DATASET ENTRIES:
⟨

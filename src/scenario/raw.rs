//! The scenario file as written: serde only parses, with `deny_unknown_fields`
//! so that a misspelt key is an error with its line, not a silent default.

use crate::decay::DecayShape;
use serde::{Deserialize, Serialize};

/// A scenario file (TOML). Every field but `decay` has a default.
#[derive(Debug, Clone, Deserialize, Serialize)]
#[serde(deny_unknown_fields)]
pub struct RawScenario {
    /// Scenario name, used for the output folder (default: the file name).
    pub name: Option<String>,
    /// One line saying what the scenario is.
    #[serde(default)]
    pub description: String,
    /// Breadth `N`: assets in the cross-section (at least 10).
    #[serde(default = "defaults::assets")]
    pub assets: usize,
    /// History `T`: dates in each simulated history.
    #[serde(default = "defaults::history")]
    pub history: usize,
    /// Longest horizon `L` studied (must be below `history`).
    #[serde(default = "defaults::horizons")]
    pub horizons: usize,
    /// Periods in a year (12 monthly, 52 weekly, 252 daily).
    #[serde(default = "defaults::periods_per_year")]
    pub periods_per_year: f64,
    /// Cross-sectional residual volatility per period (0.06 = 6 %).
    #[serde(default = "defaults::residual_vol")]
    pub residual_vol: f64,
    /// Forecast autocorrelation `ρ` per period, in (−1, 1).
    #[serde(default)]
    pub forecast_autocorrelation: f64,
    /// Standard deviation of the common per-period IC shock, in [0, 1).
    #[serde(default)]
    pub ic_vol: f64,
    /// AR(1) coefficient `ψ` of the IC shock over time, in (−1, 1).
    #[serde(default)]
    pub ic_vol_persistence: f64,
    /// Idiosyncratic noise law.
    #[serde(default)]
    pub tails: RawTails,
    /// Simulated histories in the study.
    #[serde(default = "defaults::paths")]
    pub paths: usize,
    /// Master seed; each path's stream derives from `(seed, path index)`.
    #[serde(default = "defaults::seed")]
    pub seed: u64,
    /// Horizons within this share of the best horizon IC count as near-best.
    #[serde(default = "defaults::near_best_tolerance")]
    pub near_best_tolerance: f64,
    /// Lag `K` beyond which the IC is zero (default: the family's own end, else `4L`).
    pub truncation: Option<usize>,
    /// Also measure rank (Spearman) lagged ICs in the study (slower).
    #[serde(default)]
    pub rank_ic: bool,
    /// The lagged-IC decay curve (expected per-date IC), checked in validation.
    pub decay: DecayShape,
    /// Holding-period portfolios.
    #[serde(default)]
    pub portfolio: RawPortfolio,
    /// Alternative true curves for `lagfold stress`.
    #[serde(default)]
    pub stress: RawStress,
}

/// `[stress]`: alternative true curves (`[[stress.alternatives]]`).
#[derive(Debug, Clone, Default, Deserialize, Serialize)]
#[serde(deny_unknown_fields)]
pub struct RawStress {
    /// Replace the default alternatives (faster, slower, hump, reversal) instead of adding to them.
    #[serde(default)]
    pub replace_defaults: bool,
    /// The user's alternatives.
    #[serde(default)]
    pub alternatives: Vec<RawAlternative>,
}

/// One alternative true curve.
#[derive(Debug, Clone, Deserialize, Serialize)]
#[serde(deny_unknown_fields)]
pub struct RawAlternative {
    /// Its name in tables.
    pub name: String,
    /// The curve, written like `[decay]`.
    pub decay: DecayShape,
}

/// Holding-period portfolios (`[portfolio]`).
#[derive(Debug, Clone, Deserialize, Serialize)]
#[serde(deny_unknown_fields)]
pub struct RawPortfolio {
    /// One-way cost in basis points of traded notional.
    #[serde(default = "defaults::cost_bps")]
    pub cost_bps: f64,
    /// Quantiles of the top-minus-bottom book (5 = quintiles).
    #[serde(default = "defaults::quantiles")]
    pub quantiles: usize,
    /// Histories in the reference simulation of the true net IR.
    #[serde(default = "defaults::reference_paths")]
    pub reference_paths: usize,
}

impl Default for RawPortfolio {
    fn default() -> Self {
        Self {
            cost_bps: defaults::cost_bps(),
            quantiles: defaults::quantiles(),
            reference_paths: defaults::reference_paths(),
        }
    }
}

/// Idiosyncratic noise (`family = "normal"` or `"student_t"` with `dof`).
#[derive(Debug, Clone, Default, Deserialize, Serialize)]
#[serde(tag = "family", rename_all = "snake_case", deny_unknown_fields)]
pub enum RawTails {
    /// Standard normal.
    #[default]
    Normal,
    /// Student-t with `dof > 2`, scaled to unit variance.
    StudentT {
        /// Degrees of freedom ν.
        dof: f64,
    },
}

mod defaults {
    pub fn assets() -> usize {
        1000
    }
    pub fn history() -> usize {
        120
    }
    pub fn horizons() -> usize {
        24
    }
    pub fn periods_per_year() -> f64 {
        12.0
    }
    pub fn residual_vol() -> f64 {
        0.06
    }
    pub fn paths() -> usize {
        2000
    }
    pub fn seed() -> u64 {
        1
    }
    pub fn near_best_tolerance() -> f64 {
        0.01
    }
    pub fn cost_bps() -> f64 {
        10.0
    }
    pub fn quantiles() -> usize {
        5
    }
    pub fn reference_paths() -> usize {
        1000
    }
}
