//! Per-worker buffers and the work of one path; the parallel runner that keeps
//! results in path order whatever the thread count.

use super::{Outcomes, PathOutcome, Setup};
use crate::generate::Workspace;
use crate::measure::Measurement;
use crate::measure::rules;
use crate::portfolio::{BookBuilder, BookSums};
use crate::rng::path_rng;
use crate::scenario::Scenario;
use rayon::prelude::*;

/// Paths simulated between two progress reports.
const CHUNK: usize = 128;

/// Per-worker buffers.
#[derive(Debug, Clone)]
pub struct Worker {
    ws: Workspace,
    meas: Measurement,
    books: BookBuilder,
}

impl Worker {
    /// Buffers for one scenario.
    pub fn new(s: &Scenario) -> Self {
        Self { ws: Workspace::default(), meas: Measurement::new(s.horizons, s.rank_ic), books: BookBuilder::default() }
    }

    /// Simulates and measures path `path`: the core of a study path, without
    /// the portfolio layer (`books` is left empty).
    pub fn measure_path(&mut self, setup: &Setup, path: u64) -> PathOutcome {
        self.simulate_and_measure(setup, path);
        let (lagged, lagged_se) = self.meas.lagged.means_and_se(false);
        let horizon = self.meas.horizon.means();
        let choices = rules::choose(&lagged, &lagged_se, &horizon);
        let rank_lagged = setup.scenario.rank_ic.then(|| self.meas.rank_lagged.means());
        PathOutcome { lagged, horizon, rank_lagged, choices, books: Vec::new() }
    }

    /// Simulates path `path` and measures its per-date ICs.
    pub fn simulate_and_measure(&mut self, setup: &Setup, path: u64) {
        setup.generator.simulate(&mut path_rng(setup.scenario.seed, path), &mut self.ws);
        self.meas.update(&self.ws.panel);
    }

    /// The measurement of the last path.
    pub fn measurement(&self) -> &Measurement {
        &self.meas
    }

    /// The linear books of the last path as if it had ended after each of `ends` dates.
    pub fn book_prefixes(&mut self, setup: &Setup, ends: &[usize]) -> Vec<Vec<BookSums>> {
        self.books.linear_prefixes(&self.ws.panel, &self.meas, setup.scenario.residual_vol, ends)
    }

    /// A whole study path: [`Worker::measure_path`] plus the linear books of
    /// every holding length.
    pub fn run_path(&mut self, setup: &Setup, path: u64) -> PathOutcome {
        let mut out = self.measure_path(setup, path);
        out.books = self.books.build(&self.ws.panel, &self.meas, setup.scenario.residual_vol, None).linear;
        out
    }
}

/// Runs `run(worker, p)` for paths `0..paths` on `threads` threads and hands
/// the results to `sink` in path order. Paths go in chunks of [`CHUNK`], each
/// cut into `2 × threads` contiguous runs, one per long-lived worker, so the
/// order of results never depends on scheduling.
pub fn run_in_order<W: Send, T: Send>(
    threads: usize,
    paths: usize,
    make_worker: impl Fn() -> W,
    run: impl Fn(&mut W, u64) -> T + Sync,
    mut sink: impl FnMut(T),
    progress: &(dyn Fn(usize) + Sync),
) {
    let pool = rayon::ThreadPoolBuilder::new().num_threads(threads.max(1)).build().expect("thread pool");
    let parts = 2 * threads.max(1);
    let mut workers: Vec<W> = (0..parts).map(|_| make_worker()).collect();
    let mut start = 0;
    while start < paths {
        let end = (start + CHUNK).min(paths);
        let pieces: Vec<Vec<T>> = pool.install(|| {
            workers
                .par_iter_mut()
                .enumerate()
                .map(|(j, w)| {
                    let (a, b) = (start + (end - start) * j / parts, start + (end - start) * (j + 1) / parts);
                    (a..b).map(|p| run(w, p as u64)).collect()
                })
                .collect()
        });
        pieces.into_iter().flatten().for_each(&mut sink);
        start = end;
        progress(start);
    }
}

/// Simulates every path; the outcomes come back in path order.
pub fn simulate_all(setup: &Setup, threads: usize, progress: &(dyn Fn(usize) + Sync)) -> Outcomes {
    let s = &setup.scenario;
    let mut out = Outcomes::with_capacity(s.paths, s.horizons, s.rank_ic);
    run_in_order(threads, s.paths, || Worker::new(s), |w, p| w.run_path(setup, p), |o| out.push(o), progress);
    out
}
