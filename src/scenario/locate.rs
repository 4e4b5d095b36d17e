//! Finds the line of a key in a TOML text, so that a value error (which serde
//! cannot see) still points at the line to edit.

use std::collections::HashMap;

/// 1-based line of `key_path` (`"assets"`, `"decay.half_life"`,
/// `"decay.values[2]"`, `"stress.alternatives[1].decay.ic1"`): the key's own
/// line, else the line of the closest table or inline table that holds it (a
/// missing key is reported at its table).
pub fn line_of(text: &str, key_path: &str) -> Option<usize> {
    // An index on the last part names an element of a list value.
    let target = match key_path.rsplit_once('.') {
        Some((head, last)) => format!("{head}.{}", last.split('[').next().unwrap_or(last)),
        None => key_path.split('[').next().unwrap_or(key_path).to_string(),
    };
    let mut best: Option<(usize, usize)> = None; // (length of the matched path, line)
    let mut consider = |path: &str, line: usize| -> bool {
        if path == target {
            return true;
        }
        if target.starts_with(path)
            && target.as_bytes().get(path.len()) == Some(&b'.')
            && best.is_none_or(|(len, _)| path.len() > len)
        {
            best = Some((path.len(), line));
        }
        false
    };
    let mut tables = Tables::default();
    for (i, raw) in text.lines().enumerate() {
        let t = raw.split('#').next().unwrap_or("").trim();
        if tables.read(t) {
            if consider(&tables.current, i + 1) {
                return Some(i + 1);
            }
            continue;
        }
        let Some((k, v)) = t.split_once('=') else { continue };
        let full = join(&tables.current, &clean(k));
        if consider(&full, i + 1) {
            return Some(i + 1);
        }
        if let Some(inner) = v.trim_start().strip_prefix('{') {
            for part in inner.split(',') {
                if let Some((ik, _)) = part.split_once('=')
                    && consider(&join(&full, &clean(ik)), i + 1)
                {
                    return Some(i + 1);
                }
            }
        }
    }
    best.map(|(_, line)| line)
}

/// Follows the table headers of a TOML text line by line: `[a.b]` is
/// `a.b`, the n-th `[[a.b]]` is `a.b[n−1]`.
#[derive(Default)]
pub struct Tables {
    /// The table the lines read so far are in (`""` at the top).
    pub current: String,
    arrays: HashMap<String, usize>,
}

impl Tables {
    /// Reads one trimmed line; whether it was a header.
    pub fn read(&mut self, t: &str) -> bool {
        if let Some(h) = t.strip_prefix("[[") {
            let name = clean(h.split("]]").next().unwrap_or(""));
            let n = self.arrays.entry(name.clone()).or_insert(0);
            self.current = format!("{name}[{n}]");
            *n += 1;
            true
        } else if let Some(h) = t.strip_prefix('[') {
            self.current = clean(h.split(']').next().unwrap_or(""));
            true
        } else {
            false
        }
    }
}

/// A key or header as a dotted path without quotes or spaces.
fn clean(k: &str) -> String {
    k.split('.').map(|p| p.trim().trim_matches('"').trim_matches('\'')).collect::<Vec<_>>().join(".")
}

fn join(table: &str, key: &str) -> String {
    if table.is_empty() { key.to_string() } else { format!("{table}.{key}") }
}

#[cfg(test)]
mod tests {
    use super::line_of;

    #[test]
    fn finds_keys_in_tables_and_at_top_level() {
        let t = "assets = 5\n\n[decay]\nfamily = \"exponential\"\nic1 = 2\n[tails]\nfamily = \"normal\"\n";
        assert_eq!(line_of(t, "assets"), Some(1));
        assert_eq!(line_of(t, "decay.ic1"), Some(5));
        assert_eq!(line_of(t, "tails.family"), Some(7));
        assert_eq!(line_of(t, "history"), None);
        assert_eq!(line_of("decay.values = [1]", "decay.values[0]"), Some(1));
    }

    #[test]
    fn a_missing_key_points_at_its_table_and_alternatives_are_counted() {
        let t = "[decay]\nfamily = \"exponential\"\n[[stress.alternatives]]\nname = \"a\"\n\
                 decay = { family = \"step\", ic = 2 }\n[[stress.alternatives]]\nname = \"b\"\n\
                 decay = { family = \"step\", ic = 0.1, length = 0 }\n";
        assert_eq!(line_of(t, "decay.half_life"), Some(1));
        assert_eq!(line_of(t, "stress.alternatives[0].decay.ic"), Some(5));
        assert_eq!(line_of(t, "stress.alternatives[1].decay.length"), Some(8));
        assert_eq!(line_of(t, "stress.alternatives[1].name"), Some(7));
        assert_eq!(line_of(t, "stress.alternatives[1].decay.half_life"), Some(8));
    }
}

⟩

TASK REQUIREMENTS:
Read through the entries and count the lines where "panel" appears; respond with the number only.

EXPECTED OUTPUT:
3